Activity ▸ All lines of the entries with "include" in them must be listed.

Task material ▸
#include "lapwing/io/csv_writer.hpp"

#include <cmath>

#include "lapwing/base/format.hpp"

namespace lapwing {

void csv_number(std::string& out, double v) {
  append_number(out, v);
}

void csv_number_or_empty(std::string& out, double v) {
  if (!std::isnan(v)) append_number(out, v);
}

void csv_text(std::string& out, std::string_view s) {
  if (s.find_first_of(",\"\r\n") == std::string_view::npos) {
    out += s;
    return;
  }
  out += '"';
  for (char c : s) {
    if (c == '"') out += '"';
    out += c;
  }
  out += '"';
}

}  // namespace lapwing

Task solution ▸
#include "lapwing/io/csv_writer.hpp"
#include <cmath>
#include "lapwing/base/format.hpp"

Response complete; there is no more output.